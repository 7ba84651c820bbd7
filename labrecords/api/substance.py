"""Substances over the API."""

from __future__ import annotations

from django.shortcuts import get_object_or_404
from drf_spectacular.utils import OpenApiParameter, extend_schema
from rest_framework import serializers
from rest_framework.decorators import api_view
from rest_framework.request import Request
from rest_framework.response import Response

from labrecords.api.recording import listed, recorded
from labrecords.models import Hazard, Substance
from labrecords.queries.register import substances
from labrecords.services.substance import record_substance


class SubstanceShape(serializers.ModelSerializer[Substance]):
    """A substance as it stands."""

    superseded_by = serializers.StringRelatedField[Substance]()

    class Meta:
        model = Substance
        fields = (
            "id", "name", "formula", "molar_mass", "molar_mass_u", "atomic_weights_edition", "density",
            "hazards",
            "superseded_by",
        )  # fmt: skip


class SubstanceEntry(serializers.Serializer[Substance]):
    """A new substance; its molar mass comes from the formula."""

    name = serializers.CharField(max_length=120)
    formula = serializers.CharField(max_length=120)
    density = serializers.DecimalField(8, 4, required=False, allow_null=True)
    hazards = serializers.ListField(child=serializers.ChoiceField(Hazard.choices), required=False)


@extend_schema(
    methods=["GET"],
    parameters=[OpenApiParameter("q")],
    responses=SubstanceShape(many=True),
    operation_id="substances",
)
@extend_schema(
    methods=["POST"], request=SubstanceEntry, responses={201: SubstanceShape}, operation_id="record_substance"
)
@api_view(["GET", "POST"])
def list(request: Request) -> Response:
    """Substances by name; POST records one."""
    if request.method == "POST":
        return recorded(
            request, roles=("administrator", "supervisor"), entry=SubstanceEntry, change=record_substance,
            found=substances(), shown=SubstanceShape,
        )  # fmt: skip
    return listed(request, substances(q=request.query_params.get("q", "")), shown=SubstanceShape)


@extend_schema(responses=SubstanceShape, operation_id="substance")
@api_view(["GET"])
def detail(request: Request, pk: int) -> Response:
    """One substance."""
    return Response(SubstanceShape(get_object_or_404(substances(), pk=pk)).data)
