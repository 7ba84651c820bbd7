"""Products and the versions of their specifications."""

from __future__ import annotations

from collections.abc import Iterable, Mapping
from typing import Any

from django.db import transaction
from django.utils import timezone

from labrecords.errors import refuse_if
from labrecords.models import Meaning, Product, Specification, SpecificationLimit, User, VersionState
from labrecords.queries.product import specification_as_signed
from labrecords.rules.product import (
    objections_to_limits,
    objections_to_making_specification_effective,
    objections_to_recording_product,
    objections_to_specifying,
)  # fmt: skip
from labrecords.services import audit
from labrecords.services.number import reserve_name
from labrecords.services.signature import Credentials, sign


@transaction.atomic(durable=True)
def record_product(*, by: User, code: str, name: str) -> Product:
    """Record a product."""
    reserve_name("product", code)
    refuse_if(objections_to_recording_product(by=by, code=code, name=name))
    with audit.event("product.record", by=by, subject=code):
        return Product.objects.create(code=code, name=name)


@transaction.atomic(durable=True)
def supersede_product(product: Product, *, by: User, code: str, name: str, reason: str) -> Product:
    """Replace a product by another; the old one stays with its batches."""
    product = Product.objects.select_for_update().get(pk=product.pk)
    reserve_name("product", code)
    refuse_if(
        [
            *objections_to_recording_product(by=by, code=code, name=name),
            *([f"{product.code} is superseded already."] if product.superseded_by_id else []),
            *([] if reason.strip() else ["Reason is empty: say why the product is superseded."]),
        ]
    )
    with audit.event("product.supersede", by=by, subject=product.code, reason=reason):
        product.superseded_by = Product.objects.create(code=code, name=name)
        product.save(update_fields=["superseded_by"])
    return product.superseded_by


@transaction.atomic(durable=True)
def record_specification(
    product: Product, *, by: User, reason: str, limits: Iterable[Mapping[str, Any]]
) -> Specification:
    """Record the next version of a product's specification as a draft with its limits."""
    product = Product.objects.select_for_update().get(pk=product.pk)
    rows = list(limits)
    refuse_if([*objections_to_specifying(by=by, reason=reason), *objections_to_limits(rows)])
    last = product.specifications.order_by("-number").first()
    with audit.event("specification.record", by=by, subject=product.code, reason=reason):
        specification = Specification.objects.create(
            product=product, number=last.number + 1 if last else 1, reason=reason
        )
        for row in rows:
            SpecificationLimit.objects.create(specification=specification, **row)
    return specification


@transaction.atomic(durable=True)
def make_specification_effective(specification: Specification, *, by: User, credentials: Credentials) -> Specification:
    """Sign a draft into force; new batches are made under it, old ones keep theirs."""
    specification = (
        Specification.objects.select_for_update(of=("self",)).select_related("product").get(pk=specification.pk)
    )
    refuse_if(objections_to_making_specification_effective(specification, by=by))
    with audit.event("specification.make_effective", by=by, subject=str(specification)) as event:
        for earlier in specification.product.specifications.select_for_update().filter(state=VersionState.EFFECTIVE):
            earlier.state = VersionState.SUPERSEDED
            earlier.save(update_fields=["state"])
        specification.state = VersionState.EFFECTIVE
        specification.effective_from = timezone.localtime(event.at).date()
        specification.save(update_fields=["state", "effective_from"])
        sign(
            Meaning.MADE_EFFECTIVE, by=by, credentials=credentials, noun="specification",
            record_id=specification.pk, number=str(specification), content=specification_as_signed(specification),
            reason=specification.reason, zone=timezone.get_current_timezone_name(),
        )  # fmt: skip
    return specification
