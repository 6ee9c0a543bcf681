// Room "audit": do the printed numbers agree with each other?
#pragma once

#include <cstddef>
#include <span>
#include <string>
#include <string_view>
#include <vector>

#include "steelyard/base.hpp"
#include "steelyard/read.hpp"
#include "steelyard/rebuild.hpp"
#include "steelyard/study.hpp"

namespace steelyard {

enum class Grade { worth_a_look, changes_the_verdict, impossible };
[[nodiscard]] std::string_view to_text(Grade grade);  ///< "worth a look", ...

/// One disagreement that rounding can't explain, or an oddity.
struct Finding {
  std::string rule;  ///< id of the rule, kebab-case
  Grade grade = Grade::worth_a_look;
  std::size_t row = 0;              ///< index into Table::rows
  std::vector<std::size_t> others;  ///< further rows concerned
  std::string what;                 ///< a sentence with the numbers, printed and recomputed
  std::string remedy;               ///< what to check in the paper
};

/// One audit rule; the registry lists them in the order of the documentation.
struct RuleInfo {
  std::string_view id;
  std::string_view checks;  ///< one line
  std::string_view source;
};
[[nodiscard]] std::span<const RuleInfo> audit_rules();

/// All findings, by row. `studies` are the rebuilt rows (a row that couldn't be rebuilt is audited too).
[[nodiscard]] std::vector<Finding> audit(const Table& table, std::span<const Study> studies,
                                         const RebuildOptions& options = {});

}  // namespace steelyard
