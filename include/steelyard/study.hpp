// Room "study": the value types of a printed number and of a rebuilt study.
#pragma once

#include <cstddef>
#include <limits>
#include <optional>
#include <string>
#include <variant>
#include <vector>

namespace steelyard {

/// How a printed cell relates to the quantity it reports.
enum class Relation {
  none,             ///< no number in this cell
  rounded,          ///< `2.10`: the value lies in the rounding band [low, high]
  exact,            ///< `=2.1!`: the value is exact, low == high == value
  bounded,          ///< `<.05`, `>.10`, `.01..05`: anywhere in [low, high]; no value
  not_significant,  ///< `ns`, `n.s.`: p above alpha; no value and no bounds of its own
};

/// A number as printed. `value` is NaN unless `has_value()`. An open end is ±infinity.
struct Printed {
  double value = std::numeric_limits<double>::quiet_NaN();
  double low = -std::numeric_limits<double>::infinity();
  double high = std::numeric_limits<double>::infinity();
  Relation relation = Relation::none;
  int decimals = 0;  ///< digits after the point as printed (after scaling by 1/100 for a percentage)

  [[nodiscard]] bool has_value() const {
    return relation == Relation::rounded || relation == Relation::exact;
  }
  [[nodiscard]] bool is_bound() const {
    return relation == Relation::bounded || relation == Relation::not_significant;
  }
  [[nodiscard]] bool present() const { return relation != Relation::none; }
};

/// How the scores were gathered.
enum class Design { two_groups, one_sample, paired };

/// A closed interval of t values, low < high; ends may be infinite.
struct Interval {
  double low = 0.0;
  double high = 0.0;
};

/// A t value known to its printed digits: T | effect ~ noncentral t with `df` degrees of freedom and
/// noncentrality effect·√n_effective. `folded`: only |t| is known.
struct ExactT {
  double t = 0.0;
  double df = 1.0;           ///< ≥ 1
  double n_effective = 1.0;  ///< > 0
  bool folded = false;
};

/// Only known: t lies in the union of these disjoint intervals.
struct BandT {
  std::vector<Interval> bands;
  double df = 1.0;
  double n_effective = 1.0;
};

/// An estimate and its standard error, both in the metric's units: estimate | effect ~
/// Normal(effect, se²). `folded`: only |estimate| is known.
struct NormalEstimate {
  double estimate = 0.0;
  double se = 1.0;  ///< > 0
  bool folded = false;
};

/// What a row says about its study's effect, in the form the likelihood needs.
using Evidence = std::variant<ExactT, BandT, NormalEstimate>;

/// The effect as it is usually printed; d and g are null outside the `smd` metric, g and its se
/// where Hedges' J does not exist (df ≤ 1, df ≤ 2), all of them where only a band is known.
struct EffectSize {
  std::optional<double> d;   ///< Cohen's d (or the estimate itself in another metric)
  std::optional<double> g;   ///< Hedges' g = J·d
  std::optional<double> se;  ///< standard error of g (of the estimate in another metric)
};

/// Another way in which the same row gives the test statistic, kept for checking.
struct AlternativeRoute {
  std::string route;
  double t = 0.0;
};

/// One rebuilt study.
struct Study {
  std::string label;     ///< the `study` cell, or "row N"
  std::size_t row = 0;   ///< index into Table::rows
  std::size_t line = 0;  ///< line in the file, from 1
  std::string route;     ///< id of the route, for instance "t-and-n"
  std::string how;       ///< one sentence: how the evidence was rebuilt from which cells
  Design design = Design::two_groups;
  std::string metric = "smd";
  Evidence evidence;
  EffectSize effect;
  std::optional<double> year;
  std::string role;              ///< "", "original" or "replication"
  std::optional<double> raw_sd;  ///< the SD in raw units that turns d into a raw difference
  /// What the same cells say at the corners of their rounding bands: the evidence of the smallest
  /// and the largest effect that rounding allows; absent when nothing is rounded.
  std::optional<Evidence> at_low;
  std::optional<Evidence> at_high;
  std::vector<AlternativeRoute> alternatives;
  std::vector<std::string> cautions;  ///< sentences that must stand beside the study
};

/// The t value, or nothing when only a band or an estimate is known.
[[nodiscard]] std::optional<double> t_value(const Study& study);
/// Degrees of freedom, or nothing for an estimate with its standard error.
[[nodiscard]] std::optional<double> degrees_of_freedom(const Study& study);
/// Effective sample size, or nothing for an estimate with its standard error.
[[nodiscard]] std::optional<double> effective_n(const Study& study);
/// "exact_t", "t_band" or "normal".
[[nodiscard]] const char* likelihood_name(const Evidence& evidence);
/// Whether the evidence leaves the sign of the effect open.
[[nodiscard]] bool is_folded(const Evidence& evidence);

}  // namespace steelyard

++++++++++

# [Work required]
Look above for the line that contains "double low = 0.0;". Starting there, transcribe every line exactly until you have copied the line that contains "double se = 1.0;".

# [Answer to this task]
  double low = 0.0;
  double high = 0.0;
};

/// A t value known to its printed digits: T | effect ~ noncentral t with `df` degrees of freedom and
/// noncentrality effect·√n_effective. `folded`: only |t| is known.
struct ExactT {
  double t = 0.0;
  double df = 1.0;           ///< ≥ 1
  double n_effective = 1.0;  ///< > 0
  bool folded = false;
};

/// Only known: t lies in the union of these disjoint intervals.
struct BandT {
  std::vector<Interval> bands;
  double df = 1.0;
  double n_effective = 1.0;
};

/// An estimate and its standard error, both in the metric's units: estimate | effect ~
/// Normal(effect, se²). `folded`: only |estimate| is known.
struct NormalEstimate {
  double estimate = 0.0;
  double se = 1.0;  ///< > 0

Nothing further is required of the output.